START Data in this exercise

/// The optional storage columns of a sources.csv row, SI; `None` when a given cell is in error
/// (already reported), so that the row is dropped.
fn tank_storage(c: &mut Cells<'_, '_>) -> Option<TankStorage> {
    let diameter = c.number("diameter", Quantity::Length);
    let diameter = c.positive(
        diameter,
        "diameter",
        "give the tank's inside diameter in ft or m (the length unit)",
    );
    let diameter = c.within(diameter, "diameter", &limits::TANK_DIAMETER);
    let min_level = c.number("min_level", Quantity::Length);
    let min_level = c.within(min_level, "min_level", &limits::ELEVATION);
    let max_level = c.number("max_level", Quantity::Length);
    let max_level = c.within(max_level, "max_level", &limits::ELEVATION);
    let broken = |name: &str, v: Option<f64>| !c.cell(name).is_empty() && v.is_none();
    if broken("diameter", diameter)
        || broken("min_level", min_level)
        || broken("max_level", max_level)
    {
        return None;
    }
    Some(TankStorage {
        diameter_m: diameter,
        min_level_m: min_level,
        max_level_m: max_level,
    })
}

/// Fits head = a − b·q^c through the shutoff head `a` and two points (q1, h1), (q2, h2).
/// Returns (b, c), or `None` unless 0 < q1 < q2 and a > h1 > h2 >= 0.
pub fn pump_curve(a: f64, q1: f64, h1: f64, q2: f64, h2: f64) -> Option<(f64, f64)> {
    if !(q1 > 0.0 && q2 > q1 && a > h1 && h1 > h2 && h2 >= 0.0) {
        return None;
    }
    let c = ((a - h2) / (a - h1)).ln() / (q2 / q1).ln();
    let b = (a - h1) / q1.powf(c);
    (c.is_finite() && c > 0.0 && b.is_finite() && b > 0.0).then_some((b, c))
}

/// Refuses a Darcy-Weisbach roughness (SI) above [`limits::MAX_RELATIVE_ROUGHNESS`] of the
/// diameter: no roughness height exceeds the pipe's radius.
fn relative_roughness(
    c: &mut Cells<'_, '_>,
    roughness: Option<f64>,
    diameter: Option<f64>,
) -> Option<f64> {
    let (r, d) = (roughness?, diameter);
    let Some(d) = d else { return Some(r) };
    if r <= limits::MAX_RELATIVE_ROUGHNESS * d {
        return Some(r);
    }
    let loc = c.cell("roughness").location(c.file());
    let units = c.units();
    let u = units.symbol(Quantity::Diameter);
    c.diagnostics().error(
        loc,
        format!(
            "`roughness` {} {u} is more than half the diameter {} {u}: beyond any pipe (a roughness height cannot exceed the radius)",
            display_value(units.from_si(Quantity::Diameter, r)),
            display_value(units.from_si(Quantity::Diameter, d)),
        ),
        format!("Darcy-Weisbach roughness is the absolute roughness in {u}, the diameter unit (e.g. 0.0015 mm for plastic)"),
    );
    None
}

#[cfg(test)]
mod tests {
    use super::*;

    #[test]
    fn pump_curve_through_three_points() {
        // a = 100, points (1, 75) and (2, 0): c = ln(100/25)/ln 2 = 2, b = 25.
        let (b, c) = pump_curve(100.0, 1.0, 75.0, 2.0, 0.0).expect("curve");
        assert!((c - 2.0).abs() < 1e-12 && (b - 25.0).abs() < 1e-12);
        assert!(pump_curve(100.0, 2.0, 75.0, 1.0, 50.0).is_none());
        assert!(pump_curve(100.0, 1.0, 75.0, 2.0, 80.0).is_none());
    }
}
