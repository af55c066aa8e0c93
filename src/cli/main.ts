/**
 * `forelight` command-line entry: parses argv, dispatches to one command module, maps errors to a one-line
 * message on stderr and an exit code (see src/core/exit-codes.ts).
 */
import { formatDiagnostic } from '../core/diagnostics.ts';
import { describeError, ForelightError, ConfigError } from '../core/errors.ts';
import { parseArgs, usageError, type OptionSpec, type ParsedArgs } from './args.ts';
import { EXIT } from '../core/exit-codes.ts';

interface CommandDef {
  readonly summary: string;
  readonly usage: string;
  readonly spec: OptionSpec;
  readonly run: (args: ParsedArgs) => Promise<number>;
}

const CONFIG: OptionSpec = { values: ['config'], flags: [] };

const COMMANDS: Readonly<Record<string, CommandDef>> = {
  demo: {
    summary: 'generate the sample scenario (if missing, or always with --fresh) and run it end to end into the outbox',
    usage: 'forelight demo [--fresh]',
    spec: { values: [], flags: ['fresh'] },
    run: async (a) => (await import('./commands/demo.ts')).demoCommand(a),
  },
  run: {
    summary: 'one pass now over the newest inputs: read, compute, decide, render, deliver',
    usage: 'forelight run [--config FILE]... [--date YYYY-MM-DD] [--force] [--dry-run] [--cluster redis://HOST:PORT]',
    spec: { values: ['config', 'date', 'cluster'], flags: ['force', 'dry-run'], repeatable: ['config'] },
    run: async (a) => (await import('./commands/run.ts')).runCommand(a),
  },
  check: {
    summary: 'validate a configuration and report every problem as file:line:column',
    usage: 'forelight check [--config FILE]',
    spec: CONFIG,
    run: async (a) => (await import('./commands/check.ts')).checkCommand(a),
  },
  extract: {
    summary: 'print the decoded, area-weighted region series of one file as JSON',
    usage:
      'forelight extract <file> --var NAME (--box S,N,W,E | --regions FILE [--id-property P] [--name-property P]) [--daily max|min|mean|sum] [--utc-offset H | --time-zone ZONE] [--cells overlap|centre] [--reference-time DATE] [--start K] [--population RASTER [--population-variable V] [--population-values people-per-pixel|people-per-km2]] --json',
    spec: {
      values: [
        'var',
        'box',
        'regions',
        'id-property',
        'name-property',
        'daily',
        'utc-offset',
        'time-zone',
        'cells',
        'reference-time',
        'start',
        'population',
        'population-variable',
        'population-values',
      ],
      flags: ['json'],
    },
    run: async (a) => (await import('./commands/extract.ts')).extractCommand(a),
  },
  regions: {
    summary: "per source grid: each region's cells, covered area and warnings; writes a GeoJSON preview and an SVG map",
    usage: 'forelight regions [--config FILE] [--out DIR]',
    spec: { values: ['config', 'out'], flags: [] },
    run: async (a) => (await import('./commands/regions.ts')).regionsCommand(a),
  },
  skill: {
    summary:
      'print the hindcast skill table (Brier skill score with its 90 % interval, events, ROC area, skill gate) per source, region, indicator and lead',
    usage: 'forelight skill [--config FILE] [--date YYYY-MM-DD] [--source ID] [--region ID] [--indicator ID] [--csv] [--detail]',
    spec: { values: ['config', 'date', 'source', 'region', 'indicator'], flags: ['csv', 'detail'] },
    run: async (a) => (await import('./commands/skill.ts')).skillCommand(a),
  },
  explain: {
    summary: 'show the chain from inputs to stage for one region, indicator and tier',
    usage: 'forelight explain --region ID --indicator ID --tier days|weeks|months [--config FILE] [--date YYYY-MM-DD]',
    spec: { values: ['config', 'date', 'region', 'indicator', 'tier'], flags: [] },
    run: async (a) => (await import('./commands/explain.ts')).explainCommand(a),
  },
  diff: {
    summary: 'dry run: which stages would change against the last issued bulletin, without sending',
    usage: 'forelight diff [--config FILE] [--date YYYY-MM-DD]',
    spec: { values: ['config', 'date'], flags: [] },
    run: async (a) => (await import('./commands/diff.ts')).diffCommand(a),
  },
  backtest: {
    summary: 'replay the configured rules over every hindcast start and count stages, hits, misses, false alarms',
    usage: 'forelight backtest [--config FILE] [--date YYYY-MM-DD] [--csv]',
    spec: { values: ['config', 'date'], flags: ['csv'] },
    run: async (a) => (await import('./commands/backtest.ts')).backtestCommand(a),
  },
  serve: {
    summary: 'service mode: run on the configured schedule until stopped (SIGTERM)',
    usage: 'forelight serve [--config FILE]... [--cluster redis://HOST:PORT]',
    spec: { values: ['config', 'cluster'], flags: [], repeatable: ['config'] },
    run: async (a) => (await import('./commands/serve.ts')).serveCommand(a),
  },
  ledger: {
    summary: "bring the ledger (SQLite file or PostgreSQL database) to this version's schema",
    usage: 'forelight ledger migrate [--config FILE]',
    spec: CONFIG,
    run: async (a) => (await import('./commands/ledger.ts')).ledgerCommand(a),
  },
  status: {
    summary: 'last run, its result, next run and failures',
    usage: 'forelight status [--config FILE] [--cluster redis://HOST:PORT]',
    spec: { values: ['config', 'cluster'], flags: [] },
    run: async (a) => (await import('./commands/status.ts')).statusCommand(a),
  },
  worker: {
    summary: 'cluster worker: read files for the coordinators of --cluster until SIGTERM',
    usage: 'forelight worker --cluster redis://HOST:PORT [--config FILE] [--concurrency N] [--lock-seconds S]',
    spec: { values: ['cluster', 'config', 'concurrency', 'lock-seconds'], flags: [] },
    run: async (a) => (await import('./commands/worker.ts')).workerCommand(a),
  },
};

export function helpText(): string {
  const width = Math.max(...Object.keys(COMMANDS).map((k) => k.length));
  const lines = Object.entries(COMMANDS).map(([name, c]) => `  ${name.padEnd(width)}  ${c.summary}`);
  return [
    'forelight — ensemble forecasts to graded heat-health and malaria-suitability bulletins',
    '',
    'Commands:',
    ...lines,
    '',
    'Without --config the embedded sample configuration (config/forelight.yaml) is used.',
    "Run 'forelight <command> --help' for its options.",
  ].join('\n');
}

export async function main(argv: readonly string[]): Promise<number> {
  try {
    const name = argv[0];
    if (!name || name === '--help' || name === '-h' || name === 'help') {
      process.stdout.write(helpText() + '\n');
      return EXIT.ok;
    }
    const def = COMMANDS[name];
    if (!def) throw usageError(`unknown command '${name}'`);
    const args = parseArgs(argv, () => def.spec);
    if (args.options.help) {
      process.stdout.write(`${def.summary}\nusage: ${def.usage}\n`);
      return EXIT.ok;
    }
    return await def.run(args);
  } catch (err) {
    if (err instanceof ConfigError) {
      for (const d of err.diagnostics) process.stderr.write(formatDiagnostic(d) + '\n');
      process.stderr.write(`forelight: configuration has ${err.diagnostics.length} problem(s); nothing was computed or sent\n`);
      return EXIT.configInvalid;
    }
    process.stderr.write(`forelight: ${describeError(err)}\n`);
    if (err instanceof ForelightError) {
      if (err.code === 'run-in-progress') return EXIT.locked;
      return err.stage === 'cli' ? EXIT.usage : err.stage === 'read' ? EXIT.inputProblem : EXIT.unexpected;
    }
    return EXIT.unexpected;
  }
}
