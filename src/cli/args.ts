/**
 * Minimal argv parser: `command [positionals] [--flag] [--key value | --key=value]`.
 * Unknown options are errors so that a typo never changes behaviour silently.
 */
import { ForelightError } from '../core/errors.ts';

export interface ParsedArgs {
  readonly command: string | undefined;
  readonly positionals: readonly string[];
  readonly options: Readonly<Record<string, string | true>>;
  /** Every value of each option that takes values, in command-line order. */
  readonly values: Readonly<Record<string, readonly string[]>>;
}

export interface OptionSpec {
  /** Options that take a value. */
  readonly values: readonly string[];
  /** Options that are plain switches. */
  readonly flags: readonly string[];
  /** Options that may be given more than once (each value kept); any other given twice is an error. */
  readonly repeatable?: readonly string[];
}

export function parseArgs(argv: readonly string[], specFor: (command: string | undefined) => OptionSpec): ParsedArgs {
  const command = argv[0] && !argv[0].startsWith('-') ? argv[0] : undefined;
  const rest = command ? argv.slice(1) : argv;
  const spec = specFor(command);
  const positionals: string[] = [];
  const options: Record<string, string | true> = {};
  const values: Record<string, string[]> = {};
  for (let i = 0; i < rest.length; i++) {
    const arg = rest[i];
    if (!arg.startsWith('--')) {
      positionals.push(arg);
      continue;
    }
    const eq = arg.indexOf('=');
    const name = arg.slice(2, eq < 0 ? undefined : eq);
    if (spec.flags.includes(name) || name === 'help') {
      options[name] = true;
    } else if (spec.values.includes(name)) {
      const value = eq >= 0 ? arg.slice(eq + 1) : rest[++i];
      if (value === undefined) throw usageError(`option --${name} needs a value`);
      if (values[name] && !spec.repeatable?.includes(name)) throw usageError(`option --${name} is given more than once`);
      options[name] = value;
      (values[name] ??= []).push(value);
    } else {
      throw usageError(`unknown option --${name} for '${command ?? ''}'`);
    }
  }
  return { command, positionals, options, values };
}

export function usageError(message: string): ForelightError {
  return new ForelightError('cli', 'usage', message, "run 'forelight --help' for the commands and options");
}

export function stringOption(args: ParsedArgs, name: string): string | undefined {
  const v = args.options[name];
  return typeof v === 'string' ? v : undefined;
}

/** Every value of a repeatable option, in order (none: empty). */
export function stringOptions(args: ParsedArgs, name: string): readonly string[] {
  return args.values[name] ?? [];
}

/** The value of `--name`, one of `allowed` (undefined when not given); any other value is a usage error listing them. */
export function choiceOption<T extends string>(args: ParsedArgs, name: string, allowed: readonly T[]): T | undefined {
  const given = stringOption(args, name);
  const value = allowed.find((a) => a === given);
  if (given !== undefined && value === undefined) throw usageError(`--${name} must be one of ${allowed.join(', ')}, got '${given}'`);
  return value;
}
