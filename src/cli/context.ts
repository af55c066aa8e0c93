/** What every command that runs the pipeline needs: the validated config and the run context (issue date, logger). */
import { loadConfig } from '../config/load-config.ts';
import type { Config } from '../config/types.ts';
import { createLogger } from '../core/log.ts';
import { runContext, type RunContext } from '../core/run-context.ts';
import { localDate } from '../pipeline/bulletin-run.ts';
import type { IsoDate } from '../types.ts';
import { stringOption, usageError, type ParsedArgs } from './args.ts';

export interface CommandContext {
  readonly config: Config;
  readonly run: RunContext;
}

/** `--date YYYY-MM-DD`, else today in the schedule's time zone. */
export function issueDateOf(args: ParsedArgs, config: Config): IsoDate {
  const given = stringOption(args, 'date');
  if (given === undefined) return localDate(new Date(), config.schedule.timezone);
  if (!/^\d{4}-\d{2}-\d{2}$/.test(given) || Number.isNaN(Date.parse(`${given}T00:00:00Z`))) {
    throw usageError(`--date must be a calendar date YYYY-MM-DD, got '${given}'`);
  }
  return given;
}

/** Loads the config (stops with every problem listed when invalid) and sets up logging. */
export async function commandContext(args: ParsedArgs, command: string): Promise<CommandContext> {
  const config = await loadConfig(stringOption(args, 'config'));
  return { config, run: runContext({ log: createLogger({ base: { command } }), issueDate: issueDateOf(args, config) }) };
}
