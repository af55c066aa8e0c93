/** A one-line progress bar on stderr (only when stderr is a terminal; plain lines otherwise, for logs). */
export function progressBar(title: string): (done: number, total: number, label: string) => void {
  return (done, total, label) => {
    const width = 24;
    const filled = total > 0 ? Math.round((done / total) * width) : width;
    const bar = `${title} [${'#'.repeat(filled)}${'-'.repeat(width - filled)}] ${done}/${total} ${label}`;
    if (process.stderr.isTTY) process.stderr.write(`\r${bar.padEnd(process.stderr.columns ?? 80)}${done >= total ? '\n' : ''}`);
    else process.stderr.write(bar + '\n');
  };
}
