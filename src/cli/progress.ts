/**
 * Progress of long work (the analysis of diff, skill and backtest; a first-time climate build, one step per
 * hindcast start) on stderr: a one-line bar on a terminal, otherwise one JSON object per line for logs and
 * log collectors: {"time", "run", "issueDate", "stage", "done", "total", "label"} (`run` is the ledger run id, null
 * before the ledger registered the run and for commands that only look).
 */
import type { RunContext } from '../core/run-context.ts';

/** Where progress goes: stderr, or any stream with the same surface. */
export type ProgressStream = Pick<NodeJS.WriteStream, 'write' | 'isTTY' | 'columns'>;

export type ProgressReport = (done: number, total: number, label: string) => void;

const WIDTH = 24;

export function progressReporter(
  stage: string,
  run: Pick<RunContext, 'runId' | 'issueDate' | 'now'>,
  out: ProgressStream = process.stderr,
): ProgressReport {
  return (done, total, label) => {
    if (!out.isTTY) {
      const line = { time: run.now().toISOString(), run: run.runId, issueDate: run.issueDate, stage, done, total, label };
      out.write(`${JSON.stringify(line)}\n`);
      return;
    }
    const filled = total > 0 ? Math.round((Math.min(done, total) / total) * WIDTH) : WIDTH;
    const bar = `${stage} [${'#'.repeat(filled)}${'-'.repeat(WIDTH - filled)}] ${done}/${total} ${label}`;
    out.write(`\r${bar.padEnd(out.columns ?? 80)}${done >= total ? '\n' : ''}`);
  };
}

/** Progress of a first-time climate build: one step per hindcast start reduced, per source (analyse `onStartReduced`). */
export function startProgress(run: Pick<RunContext, 'runId' | 'issueDate' | 'now'>, out?: ProgressStream) {
  const report = progressReporter('calibrate', run, out);
  return (source: string, done: number, total: number): void => report(done, total, `hindcast starts of ${source} reduced`);
}
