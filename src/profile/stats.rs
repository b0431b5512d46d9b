//! Numeric statistics over one column: moments, type-7 quantiles, fences, modified z-scores,
//! suspected sentinels and magnitude errors.
//!
//! Everything here is a function over numbers already read; nothing parses text or decides
//! what a finding is. Mean and standard deviation stream (Welford's update on values shifted
//! by the first value, where the shift is done exactly in decimal when both numbers were
//! written as plain decimals); quantiles need the values themselves, sorted once.

use serde::{Deserialize, Serialize};

use super::types::Number;

/// Powers of ten that are exact in `f64` and `i128`, up to the largest decimal scale kept.
const POW10_F64: [f64; 19] = [
    1e0, 1e1, 1e2, 1e3, 1e4, 1e5, 1e6, 1e7, 1e8, 1e9, 1e10, 1e11, 1e12, 1e13, 1e14, 1e15, 1e16,
    1e17, 1e18,
];

fn pow10_i128(k: u8) -> i128 {
    10i128.pow(u32::from(k))
}

/// Streaming mean and variance.
///
/// Welford's update runs on `x - x₀`, where `x₀` is the first value pushed. When both were
/// written as plain decimals the difference is taken exactly in integers before it becomes an
/// `f64`, so data like `10000000.1, 10000000.3` (NIST StRD NumAcc4) loses nothing to the
/// binary representation of the large common part.
///
/// ```
/// use emend::profile::stats::Moments;
/// use emend::profile::types::parse_number;
/// // Source: NIST StRD univariate, NumAcc1 data and certified mean 10000002, s = 1
/// // (tests/reference/strd_univariate.json).
/// let mut m = Moments::default();
/// for s in ["10000001", "10000003", "10000002"] {
///     m.push(parse_number(s).unwrap().0);
/// }
/// assert_eq!(m.mean(), Some(10000002.0));
/// assert_eq!(m.std_dev(), Some(1.0));
/// ```
#[derive(Clone, Debug, Default)]
pub struct Moments {
    n: u64,
    origin: Option<Number>,
    mean_shifted: f64,
    m2: f64,
}
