fn row_hash(b: &impl BuildHasher, cells: &[Option<String>], cols: &[usize], excluded: bool) -> u64 {
    let mut h = b.build_hasher();
    for &c in cols {
        match &cells[c] {
            None => h.write_u8(0),
            Some(v) => {
                h.write_u8(1);
                h.write_usize(v.len());
                h.write(v.as_bytes());
            }
        }
    }
    h.write_u8(excluded as u8);
    h.finish()
}

fn across_extracts(reader: &Reader<'_>, from: &Version, to: &Version) -> Result<Diff> {
    let mut out = Diff {
        table: to.table.clone(),
        from_seq: from.seq,
        to_seq: to.seq,
        across_extracts: true,
        to_header: to.header().to_vec(),
        from_header: from.header().to_vec(),
        ..Diff::default()
    };
    // Columns in common, in TO's order: (from index, to index).
    let mut common: Vec<(usize, usize)> = Vec::new();
    for (ti, name) in to.header().iter().enumerate() {
        match from.header().iter().position(|h| h == name) {
            Some(fi) => common.push((fi, ti)),
            None => out.columns_added.push(name.clone()),
        }
    }
    for name in from.header() {
        if !to.header().contains(name) {
            out.columns_removed.push(name.clone());
        }
    }
    for &(fi, ti) in &common {
        if from.is_distrusted(fi) != to.is_distrusted(ti) {
            out.columns_distrusted.push(MarkChange {
                target: to.header()[ti].clone(),
                set_in_to: to.is_distrusted(ti),
                by: None,
            });
        }
    }
    let from_cols: Vec<usize> = common.iter().map(|c| c.0).collect();
    let to_cols: Vec<usize> = common.iter().map(|c| c.1).collect();
    let b = hasher();
    let keyed = !from.def.key.is_empty() && from.def.key == to.def.key;
    // (from cells, to cells, from excluded, to excluded) of row pairs whose hashes differ.
    let mut pairs: Vec<RowPair> = Vec::new();
    if keyed {
        let mut map: HashMap<String, (u64, bool)> = HashMap::new();
        from.for_each_row(reader, |r| {
            out.rows_streamed += 1;
            map.insert(
                r.id.0.clone(),
                (row_hash(&b, r.cells, &from_cols, r.excluded), r.excluded),
            );
            Ok(ControlFlow::Continue(()))
        })?;
        let mut changed_to: HashMap<String, (Vec<Option<String>>, bool)> = HashMap::new();
        to.for_each_row(reader, |r| {
            out.rows_streamed += 1;
            match map.remove(&r.id.0) {
                None => out.rows_added.push(RowChange {
                    row: r.id.clone(),
                    cells: r.cells.to_vec(),
                }),
                Some((h, _)) => {
                    if h != row_hash(&b, r.cells, &to_cols, r.excluded) {
                        changed_to.insert(r.id.0.clone(), (r.cells.to_vec(), r.excluded));
                    }
                }
            }
            Ok(ControlFlow::Continue(()))
        })?;
        let removed: HashSet<String> = map.into_keys().collect();
        from.for_each_row(reader, |r| {
            out.rows_streamed += 1;
            if removed.contains(&r.id.0) {
                out.rows_removed.push(RowChange {
                    row: r.id.clone(),
                    cells: r.cells.to_vec(),
                });
            } else if let Some((cells, ex)) = changed_to.remove(&r.id.0) {
                pairs.push((r.id.clone(), None, r.cells.to_vec(), cells, r.excluded, ex));
            }
            Ok(ControlFlow::Continue(()))
        })?;
    } else {
        let mut old_h = Vec::new();
        from.for_each_row(reader, |r| {
            out.rows_streamed += 1;
            old_h.push(row_hash(&b, r.cells, &from_cols, r.excluded));
            Ok(ControlFlow::Continue(()))
        })?;
        let mut new_h = Vec::new();
        to.for_each_row(reader, |r| {
            out.rows_streamed += 1;
            new_h.push(row_hash(&b, r.cells, &to_cols, r.excluded));
            Ok(ControlFlow::Continue(()))
        })?;
        let ops = similar::capture_diff_slices(similar::Algorithm::Myers, &old_h, &new_h);
        drop((old_h, new_h));
        // Positions are 1-based; pair up replaced runs row by row.
        let mut removed: HashSet<u64> = HashSet::new();
        let mut added: HashSet<u64> = HashSet::new();
        let mut paired: HashMap<u64, u64> = HashMap::new();
        for op in ops {
            match op {
                similar::DiffOp::Equal { .. } => {}
                similar::DiffOp::Delete {
                    old_index, old_len, ..
                } => {
                    removed.extend((old_index..old_index + old_len).map(|i| i as u64 + 1));
                }
                similar::DiffOp::Insert {
                    new_index, new_len, ..
                } => {
                    added.extend((new_index..new_index + new_len).map(|i| i as u64 + 1));
                }
                similar::DiffOp::Replace {
                    old_index,
                    old_len,
                    new_index,
                    new_len,
                } => {
                    let n = old_len.min(new_len);
                    for k in 0..n {
                        paired.insert((old_index + k) as u64 + 1, (new_index + k) as u64 + 1);
                    }
                    removed.extend((old_index + n..old_index + old_len).map(|i| i as u64 + 1));
                    added.extend((new_index + n..new_index + new_len).map(|i| i as u64 + 1));
                }
            }
        }
        let mut old_cells: HashMap<u64, (Vec<Option<String>>, bool)> = HashMap::new();
        from.for_each_row(reader, |r| {
            out.rows_streamed += 1;
            if removed.contains(&r.pos) {
                out.rows_removed.push(RowChange {
                    row: r.id.clone(),
                    cells: r.cells.to_vec(),
                });
            } else if paired.contains_key(&r.pos) {
                old_cells.insert(r.pos, (r.cells.to_vec(), r.excluded));
            }
            Ok(ControlFlow::Continue(()))
        })?;
        let by_new: HashMap<u64, u64> = paired.iter().map(|(o, n)| (*n, *o)).collect();
        to.for_each_row(reader, |r| {
            out.rows_streamed += 1;
            if added.contains(&r.pos) {
                out.rows_added.push(RowChange {
                    row: r.id.clone(),
                    cells: r.cells.to_vec(),
                });
            } else if let Some(old_pos) = by_new.get(&r.pos)
                && let Some((cells, ex)) = old_cells.remove(old_pos)
            {
                let old_row = (*old_pos != r.pos).then(|| RowId::from_position(*old_pos));
                pairs.push((
                    r.id.clone(),
                    old_row,
                    cells,
                    r.cells.to_vec(),
                    ex,
                    r.excluded,
                ));
            }
            Ok(ControlFlow::Continue(()))
        })?;
    }
    for (row, old_row, old_cells, new_cells, old_ex, new_ex) in pairs {
        for &(fi, ti) in &common {
            if old_cells[fi] != new_cells[ti] {
                out.cells.push(CellChange {
                    row: row.clone(),
                    old_row: old_row.clone(),
                    column: to.header()[ti].clone(),
                    old: old_cells[fi].clone(),
                    new: new_cells[ti].clone(),
                    by: None,
                });
            }
        }
        if old_ex != new_ex {
            out.rows_excluded.push(MarkChange {
                target: row.0.clone(),
                set_in_to: new_ex,
                by: None,
            });
        }
    }
    Ok(out)
}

END Data in this exercise

> Your instructions:
A bare number is expected: how many lines above contain the word "daily"?

> Exercise response:
2